As an improvement of the technical scheme, the drain outlets of the liquid buffer tank, the evaporator, the permeate buffer tank and the tail cold liquid tank are communicated with the waste liquid discharge pipe.
Due to the adoption of the technical scheme, the utility model has the beneficial effects that:
the utility model provides a device for concentrating an ethanol solution based on a continuous membrane, which comprises an ethanol mother solution storage tank, wherein the ethanol mother solution storage tank is communicated with an evaporator through a preheater; the gas outlet of the evaporator is communicated with the superheater, the gas outlet of the superheater is communicated with the first gas membrane separation assembly, the gas outlet of the interception side of the first gas membrane separation assembly is communicated with the second gas membrane separation assembly, and the gas outlet of the permeation side of the first gas membrane separation assembly and the gas outlet of the permeation side of the second gas membrane separation assembly are both communicated with the permeate condenser; the gas outlet on the interception side of the second gas membrane separation component is sequentially communicated with a first finished product condenser, a second finished product condenser and a liquid buffer tank through a preheater; the liquid outlet of the liquid buffer tank is communicated with the finished product tank through a first liquid outlet pipe; the liquid outlet of the permeate condenser is communicated with the permeate buffer tank, the gas outlet of the permeate condenser is communicated with the tail gas condenser through a vacuum pump, and the liquid outlet of the tail gas condenser is communicated with the tail cold liquid buffer tank.
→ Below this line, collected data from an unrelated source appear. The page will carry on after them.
// Field model of the ideal 3D RF trap (DESIGN.md convention: ring at U + V(t) cos θ, end caps
// grounded, d² = r0² + 2z0², z measured from the trap centre):
//   Φ = (U + V(t) cos θ)(r² − 2z²)/d²,  E = −(U + V(t) cos θ)·(2x, 2y, −4z)/d²
// (March & Todd, Quadrupole Ion Trap Mass Spectrometry, 2005, ch. 2), plus the supplementary
// dipolar AC between the end caps in the uniform-field approximation E_z = A cos(ω t + φ)/(2 z0)
// (kernel.ts explains it). V(t) ramps linearly on the run clock when `rf.ramp` is set.
// Electrodes: ring r² − 2z² = r0², end caps 2z² − r² = 2z0².

import type { FieldModel, FieldTerm } from '../../core/field-model.js';
import type { TrapStage } from './stage.js';

export function trapField(st: TrapStage): FieldModel {
  const d2 = st.r0 * st.r0 + 2 * st.z0 * st.z0;
  const r0sq = st.r0 * st.r0, z0sq2 = 2 * st.z0 * st.z0;
  const U = st.dc, V0 = st.rf.amplitude, omega = 2 * Math.PI * st.rf.frequency, ph = st.rf.phase;
  const ramp = st.rf.ramp;
  const rate = ramp ? (ramp.to - V0) / ramp.over : 0;
  const vAt = (t: number) => (ramp ? (t >= ramp.over ? ramp.to : V0 + rate * t) : V0);
  const unitPotential = (x: number, y: number, z: number) => (x * x + y * y - 2 * z * z) / d2;
  const unitField = (x: number, y: number, z: number, out: Float64Array) => { out[0] = (-2 * x) / d2; out[1] = (-2 * y) / d2; out[2] = (4 * z) / d2; };
  const terms: FieldTerm[] = [
    { name: 'dc', drive: () => U, unitPotential, unitField },
    { name: 'rf', drive: (t, tau = 0) => vAt(t) * Math.cos(omega * (t + tau) + ph), unitPotential, unitField },
  ];
  const aux = st.aux;
  if (aux) {
    const wA = 2 * Math.PI * aux.frequency, A = aux.amplitude, z0 = st.z0;
    terms.push({
      name: 'aux', drive: (t) => A * Math.cos(wA * t + aux.phase),
      unitPotential: (_x, _y, z) => -z / (2 * z0),
      unitField: (_x, _y, _z, out) => { out[0] = 0; out[1] = 0; out[2] = 1 / (2 * z0); },
    });
  }
  return {
    terms, zRef: 0.5 * (st.zStart + st.zEnd), linear: false,
    steady: V0 === 0 && !ramp && !(aux && aux.amplitude !== 0), drop: 0,
    dcPotential: (x, y, z) => (U * (x * x + y * y - 2 * z * z)) / d2,
    potential(x, y, z, t, tau = 0) {
      let p = ((U + vAt(t) * Math.cos(omega * (t + tau) + ph)) * (x * x + y * y - 2 * z * z)) / d2;
      if (aux) p -= (aux.amplitude * Math.cos(2 * Math.PI * aux.frequency * t + aux.phase) * z) / (2 * st.z0);
      return p;
    },
    // The coupled stepper's form (sim/engine/coupled-flight.ts), with the ramp and the
    // supplementary AC; every ion of a coupled run shares the run clock (no start offset τ).
    addAcceleration(t, n, x, y, z, qm, ax, ay, az) {
      // E = −∇Φ = −(U + V(t) cos(Ωt+φ))/(r0² + 2z0²) · (2x, 2y, −4z)
      const g = -(U + (ramp ? vAt(t) : V0) * Math.cos(omega * t + ph)) / d2;
      for (let i = 0; i < n; i++) {
        const k = qm[i] * g;
        ax[i] += 2 * k * x[i]; ay[i] += 2 * k * y[i]; az[i] -= 4 * k * z[i];
      }
      if (aux && aux.amplitude !== 0) {
        const ez = (aux.amplitude * Math.cos(2 * Math.PI * aux.frequency * t + aux.phase)) / (2 * st.z0);
        for (let i = 0; i < n; i++) az[i] += qm[i] * ez;
      }
    },
    outside(x, y, z) {
      const r2 = x * x + y * y, zz = 2 * z * z;
      return r2 - zz >= r0sq || zz - r2 >= z0sq2;
    },
  };
}
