// The README's examples do what its text says (issue 11: a fresh clone found a `check` example that
// did not pass, a scene snippet that detected nothing and a 2D sweep without a peak). The commands
// and the scene snippet are read from README.md's fenced blocks, never copied here; each command runs
// through the built CLI in a temporary folder, and its claim — the comment above it in the README —
// is checked against the output. Claims are checked as ranges and trends, not exact counts, so that
// they hold when the fates and the detector change (detected counts may fall, peaks stay peaks).
//
// Where only the claim matters, the ion counts are cut with --set ions.K.count=N (stated per
// command below) to keep the suite fast; the m/z windows and trends do not depend on the count.

import { afterAll, beforeAll, describe, expect, it } from 'vitest';
import { existsSync, mkdirSync, readdirSync, readFileSync, rmSync, writeFileSync } from 'node:fs';
import { basename, join } from 'node:path';
import { parse as parseYaml } from 'yaml';
import { ROOT, iontrail, tempDir } from '../helpers/cli.js';
import { readSweepFolder, sweepSeries } from '../../render/plot/sweep-figure.js';

const README = readFileSync(join(ROOT, 'README.md'), 'utf8');

interface Block { lang: string; body: string }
The device can preheat the ethanol mother liquor and then heat the ethanol mother liquor into gas through the evaporator, the superheater is heated again and then sequentially passes through the first gas separation membrane assembly and the second separation membrane assembly to separate ethanol from water, water vapor obtained through separation is condensed by the tail gas condenser and then enters the permeate buffer tank for storage, the obtained ethanol gas enters the preheater to be used as a heat exchange medium for heat exchange with the ethanol mother liquor, so that energy consumption is saved, and then sequentially passes through the first finished product condenser and the second finished product condenser to be condensed and then enters the finished product tank. The device is simple to operate, good in separation effect and low in energy consumption.
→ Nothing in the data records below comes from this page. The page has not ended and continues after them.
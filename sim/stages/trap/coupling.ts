// The ideal 3D RF trap in a coupled run: its field in the kicks (field.ts), the ring and end caps
// as electrodes; past an end cap, through its hole, the ion moves field-free to the stage's plane
// (the rule of kernel.ts). Stage-local z from the trap centre.

import { Place, type StageCoupling } from '../../core/coupling.js';
import { trapField } from './field.js';
import type { TrapStage } from './stage.js';

export function trapCoupling(st: TrapStage): StageCoupling {
  const r0sq = st.r0 * st.r0, z0sq2 = 2 * st.z0 * st.z0, ap2 = st.aperture * st.aperture;
  return {
    kick: trapField(st),
    flightEz: 0,
    rfHz: st.rf.frequency,
    place(x, y, z) {
      const r2 = x * x + y * y, zz = 2 * z * z;
      if (r2 - zz >= r0sq) return Place.hit;
      if (zz - r2 >= z0sq2) return r2 >= ap2 ? Place.hit : Place.free;
      return Place.inside;
    },
    plateBlocks: () => false,
  };
}
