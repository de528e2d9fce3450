// The RF trap for the adaptive driver (shared/adaptive.ts): the equations of kernel.ts,
//   ẍ = −g x, ÿ = −g y, z̈' = 2g z' + (q A/(2 z0 m)) cos(ω_aux t + φ_aux),
//   g = 2q(U + V(t) cos(Ωt + Ωτ + φ))/(m (r0² + 2z0²)), V(t) ramped on the run clock,
// with the ring and end-cap tests of kernel.ts; an ion through a cap hole leaves the trap.

import { Exit, type IonCursor, type StepContext } from '../../core/cursor.js';
import type { AdaptiveStage } from '../shared/adaptive.js';
import type { TrapStage } from './stage.js';

export function adaptiveTrap(st: TrapStage, c: IonCursor, ctx: StepContext): AdaptiveStage {
  const omega = 2 * Math.PI * st.rf.frequency;
  const k = (2 * c.q) / (c.m * (st.r0 * st.r0 + 2 * st.z0 * st.z0));
  const U = st.dc, V0 = st.rf.amplitude, ph = omega * c.tau + st.rf.phase;
  const ramp = st.rf.ramp;
  const rate = ramp ? (ramp.to - V0) / ramp.over : 0;
  const aux = st.aux;
  const kA = aux ? (c.q * aux.amplitude) / (2 * st.z0 * c.m) : 0;
  const wA = aux ? 2 * Math.PI * aux.frequency : 0, phA = aux ? aux.phase : 0;
  const r0sq = st.r0 * st.r0, z0sq2 = 2 * st.z0 * st.z0, ap2 = st.aperture * st.aperture;
  return {
    f: (t, s, d) => {
      const V = ramp ? (t >= ramp.over ? ramp.to : V0 + rate * t) : V0;
      const g = k * (U + V * Math.cos(omega * t + ph));
      d[0] = s[3]; d[1] = s[4]; d[2] = s[5];
      d[3] = -g * s[0]; d[4] = -g * s[1]; d[5] = 2 * g * s[2] + (aux ? kA * Math.cos(wA * t + phA) : 0);
    },
    zc: 0.5 * (st.zStart + st.zEnd), scale: st.r0, period: 1 / st.rf.frequency,
    tEnd: ctx.maxTime, exitsAtTEnd: false, throughCap: true,
    zStart: st.zStart, zEnd: st.zEnd,
    test: (s) => {
      const r2 = s[0] * s[0] + s[1] * s[1];
      const zz2 = 2 * s[2] * s[2];
      if (r2 - zz2 >= r0sq) return Exit.hit;
      if (zz2 - r2 >= z0sq2) return r2 >= ap2 ? Exit.hit : s[5] > 0 ? Exit.forward : Exit.backward;
      return 0;
    },
  };
}
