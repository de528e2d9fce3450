// What the 3D view says about electrodes and colours: each stage kind's labels carry the voltages
// of the scene as resolved (the electrode conventions of DESIGN.md), the colour map is ordered,
// kinetic energy is ½mv², and fates the palette does not know are drawn grey instead of failing.
import { mkdtempSync, rmSync } from 'node:fs';
import { tmpdir } from 'node:os';
import { join } from 'node:path';
import { afterAll, beforeAll, describe, expect, it } from 'vitest';
import { STAGE_KINDS, kindNamed } from '../../sim/stages/registry.js';
import { FATE_NAMES } from '../../sim/core/batch.js';
import { electrodeLabelPoints } from '../../render/scene3d/electrodeLabels.js';
import { FATE_UNKNOWN, valueRamp } from '../../render/scene3d/palette.js';
import { readRunView, placeStages } from '../../render/scene3d/runInput.js';
import { trajectoryColors } from '../../render/scene3d/trajectoryColors.js';
import { makeRunFolder } from './fixtures.js';

const labels = (stage: Record<string, unknown>) => kindNamed(stage.type)!.electrodeLabels(stage).map((l) => l.text);

describe('electrode labels from the stage kinds', () => {
  it('quadrupole: x rods at +(U + V cos Ωt), y rods at −(U + V cos Ωt) (DESIGN.md rod convention)', () => {
    // Skerry QF-4 working point as a run folder stores it (SI, V zero-to-peak).
    const st = { type: 'quadrupole', length: 0.15, r0: 0.004, rf: { amplitude: 832, frequency: 1.2e6, phase: 0 }, dc: 138.3, zStart: 0, zEnd: 0.15 };
    expect(labels(st)).toEqual(['rods x +(138 V + 832 V RF)', 'rods y −(138 V + 832 V RF)']);
    expect(labels({ ...st, dc: 0 })).toEqual(['rods x +832 V RF', 'rods y −832 V RF']);
  });

  it('trap: ring at U + V cos Ωt, end caps grounded, supplementary AC between the caps (DESIGN.md trap convention)', () => {
    const st = { type: 'trap', r0: 0.00707, z0: 0.005, length: 0.01, rf: { amplitude: 400, frequency: 1e6, phase: 0 }, dc: 0, aperture: 0.001, zStart: 0, zEnd: 0.01 };
    expect(labels(st)).toEqual(['ring 400 V RF', 'end caps 0 V']);
    expect(labels({ ...st, dc: -20, aux: { amplitude: 3.2, frequency: 3e5, phase: 0 } })).toEqual(['ring −20 V + 400 V RF', 'end caps 0 V + 3.2 V AC cap to cap']);
  });

  it('field regions: the drop across each (a reflectron stores its retarding voltage negative)', () => {
    expect(labels({ type: 'accelerate', role: 'reflectron', closed: true, length: 0.5, voltage: -3300, zStart: 0, zEnd: 0.5 })).toEqual(['reflectron 3.3 kV']);
    expect(labels({ type: 'accelerate', role: 'source-extraction', length: 0.002, voltage: 300, zStart: 0, zEnd: 0.002 })).toEqual(['extraction 300 V']);
    expect(labels({ type: 'accelerate', role: 'gap', length: 0.01, voltage: 20000, zStart: 0, zEnd: 0.01 })).toEqual(['acceleration gap 20 kV']);
    expect(labels({ type: 'drift', length: 0.8, aperture: null, zStart: 0, zEnd: 0.8 })).toEqual(['drift tube, field-free']);
  });

  it('every registered kind labels its electrodes with at least one anchor each', () => {
    const stored: Record<string, Record<string, unknown>> = {
      quadrupole: { type: 'quadrupole', length: 0.1, r0: 0.004, rf: { amplitude: 500 }, dc: 10 },
      trap: { type: 'trap', r0: 0.01, z0: 0.007, length: 0.014, rf: { amplitude: 500 }, dc: 0, aperture: 0.001 },
      accelerate: { type: 'accelerate', role: 'gap', length: 0.01, voltage: 2000, aperture: 0.006 },
      drift: { type: 'drift', length: 0.3, aperture: 0.012 },
      'linear-trap': { type: 'linear-trap', length: 0.06, r0: 0.004, z0: 0.03, rf: { amplitude: 300 }, dc: 0, endDc: 12, kappa: 0.05, aux: { amplitude: 2, frequency: 3e5 } },
      multipole: { type: 'multipole', poles: 8, length: 0.12, r0: 0.003, rf: { amplitude: 150 }, dc: 0 },
      electrodes: {
        type: 'electrodes', length: 0.02, rf: { amplitude: 500 },
        problem: { grid: { symmetry: 'axial', spacing: 1e-4 }, electrodes: [{ name: 'tube', potential: { dc: 5, rf: 1, aux: 0 }, shapes: [{ kind: 'tube', innerRadius: 0.005, outerRadius: 0.006, from: 0, to: 0.02 }], holes: [] }] },
      },
    };
    for (const k of STAGE_KINDS) {
      const got = k.electrodeLabels(stored[k.type]);
      expect(got.length, k.type).toBeGreaterThan(0);
      for (const l of got) expect(l.at.length, l.text).toBeGreaterThan(0);
    }
  });

  it('electrodes stage: each electrode by its name with dc + rf × the stage RF, anchored on its shape', () => {
    const st = {
      type: 'electrodes', length: 0.02, rf: { amplitude: 500 }, zStart: 0, zEnd: 0.02,
      problem: { grid: { symmetry: 'axial', spacing: 1e-4 }, electrodes: [
        { name: 'tube', potential: { dc: 5, rf: 1, aux: 0 }, shapes: [{ kind: 'tube', innerRadius: 0.005, outerRadius: 0.006, from: 0, to: 0.02 }], holes: [] },
        { name: 'plate', potential: { dc: -20, rf: 0, aux: 0 }, shapes: [{ kind: 'disc', at: 0.001, thickness: 0.001, radius: 0.01, hole: 0.002 }], holes: [] },
      ] },
    };
    expect(labels(st)).toEqual(['tube 5 V + 500 V RF', 'plate −20 V']);
  });

  it('anchors of a round electrode avoid the wedge cut toward the viewer (±45° about it)', () => {
    const stages = placeStages([{ type: 'trap', r0: 0.01, z0: 0.007, length: 0.014, rf: { amplitude: 500 }, dc: 0, aperture: 0.001 }], 'test');
    const ring = electrodeLabelPoints(stages, 0).find((l) => l.text.startsWith('ring'))!;
    expect(ring.points.length).toBeGreaterThan(0);
    for (const p of ring.points) expect(Math.abs(Math.atan2(p.y, p.x))).toBeGreaterThan(Math.PI / 4);
    // Anchors lie in the ring body: 1.4·r0 from the axis on the trap's mid-plane.
    for (const p of ring.points) { expect(Math.hypot(p.x, p.y)).toBeCloseTo(14, 6); expect(p.z).toBeCloseTo(7, 6); }
  });
});

let tmp: string;
beforeAll(() => { tmp = mkdtempSync(join(tmpdir(), 'iontrail-labels-')); });
afterAll(() => rmSync(tmp, { recursive: true, force: true }));

describe('trajectory colours', () => {
  it('the value map rises monotonically in lightness (viridis, van der Walt & Smith 2015: CAM02-UCS J′ increasing)', () => {
    // Relative luminance (ITU-R BT.709 weights on linearised sRGB, IEC 61966-2-1) as a proxy for lightness.
    const lin = (c: number) => (c <= 0.04045 ? c / 12.92 : ((c + 0.055) / 1.055) ** 2.4);
    let last = -1;
    for (let i = 0; i <= 32; i++) {
      const [r, g, b] = valueRamp(i / 32) as number[];
      const Y = 0.2126 * lin(r) + 0.7152 * lin(g) + 0.0722 * lin(b);
      expect(Y).toBeGreaterThan(last);
      last = Y;
    }
  });

  it('time of flight: each trajectory starts at the dark end and colours change along it', async () => {
    const run = await readRunView(await makeRunFolder(join(tmp, 'f'), { kind: 'filter', ions: 6, points: 50 }));
    const { rgb, legend } = trajectoryColors(run, 'time');
    expect(legend).toMatchObject({ kind: 'ramp', title: 'time of flight', unit: 'µs', min: 0 });
    // Fixture: a detected ion's last point is at 60 µs, the latest time of the run.
    if (legend.kind === 'ramp') expect(legend.max).toBeCloseTo(60, 6);
    const first = run.traj.start[0];
    expect([...rgb.subarray(3 * first, 3 * first + 3)]).toEqual([...valueRamp(0, new Float32Array(3))]);
    const k = run.traj.ionRow.findIndex((row) => run.fate[row] === 'detected');
    const a = run.traj.start[k], b = run.traj.start[k + 1];
    expect(new Set(Array.from({ length: b - a }, (_, i) => rgb[3 * (a + i) + 1])).size).toBeGreaterThan(10);
  });

  it('kinetic energy is ½mv² with m = (m/z)·z·u: ions after a 2 kV gap carry 2000 eV (energy conservation, qU)', async () => {
    const run = await readRunView(await makeRunFolder(join(tmp, 't'), { kind: 'tof', ions: 7, points: 20 }), { velocities: true });
    const { legend } = trajectoryColors(run, 'energy');
    expect(legend.kind).toBe('ramp');
    // The fixture derives its speeds with e = 1.602e-19 C and u = 1.6605e-27 kg (four figures), so
    // ½mv² with CODATA values differs by their relative rounding, about 1.3e-4: allow 5e-4.
    if (legend.kind === 'ramp') { expect(legend.unit).toBe('eV'); expect(Math.abs(legend.min / 2000 - 1)).toBeLessThan(5e-4); }
  });

  it('a fate the palette does not know is drawn grey and listed after the engine’s fates', async () => {
    const run = await readRunView(await makeRunFolder(join(tmp, 'u'), { kind: 'filter', ions: 6, points: 20 }));
    run.fate[0] = 'escaped-sideways';
    const { rgb, legend } = trajectoryColors(run, 'fate');
    expect([...rgb.subarray(0, 3)]).toEqual([...Float32Array.from(FATE_UNKNOWN)]);
    expect(legend.kind).toBe('swatches');
    if (legend.kind === 'swatches') {
      const names = legend.entries.map((e) => e.label);
      expect(names[names.length - 1]).toBe('escaped-sideways');
      expect(names.slice(0, -1).every((n) => (FATE_NAMES as readonly string[]).includes(n))).toBe(true);
    }
  });
});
Be provided with the finished product pump on the first drain pipe of this device, be provided with first level sensor on the liquid buffer tank, the finished product pump with first level sensor is chain, when the liquid level in the liquid buffer tank reached certain height through first level sensor monitoring, the finished product pump was automatic to realize automatic ejection of compact. The first liquid outlet pipe of the device is also respectively communicated with a first liquid separating pipe and a second liquid separating pipe, and the first liquid separating pipe and the second liquid separating pipe are respectively communicated with a finished product tank and an ethanol mother liquor storage tank; the first liquid outlet pipe is provided with a mass flowmeter, the first liquid separating pipe and the second liquid separating pipe are respectively provided with a first liquid separating valve and a second liquid separating valve, and the mass flowmeter is respectively interlocked with the first liquid separating valve and the second liquid separating valve. When the ejection of compact, mass flowmeter detects liquid quality, and then first branch liquid valve is automatic opens after passing through, and in the product entered into the finished product jar, if disqualified then opened second branch liquid valve, the product entered into in the ethanol mother liquor storage tank and concentrated the processing again, and the automation of ejection of compact has not only been realized in above-mentioned setting, and can carry out strict control to product quality, improves concentration efficiency.
The ethanol mother liquor storage tank of this device is provided with the raw materials pump on the connecting tube of pre-heater, is provided with second level sensor in the evaporimeter, is provided with gas film governing valve on the admission line of evaporimeter, and second level sensor links with raw materials pump, gas film governing valve. The liquid level and the heating speed in the evaporator can be effectively adjusted by the aid of the device, so that the safety of the evaporation process is guaranteed.
The first gas membrane separation component and the second gas membrane separation component of the device are also provided with the heat complement device on the pipeline, and the heat complement device can further heat the gas and improve the separation efficiency.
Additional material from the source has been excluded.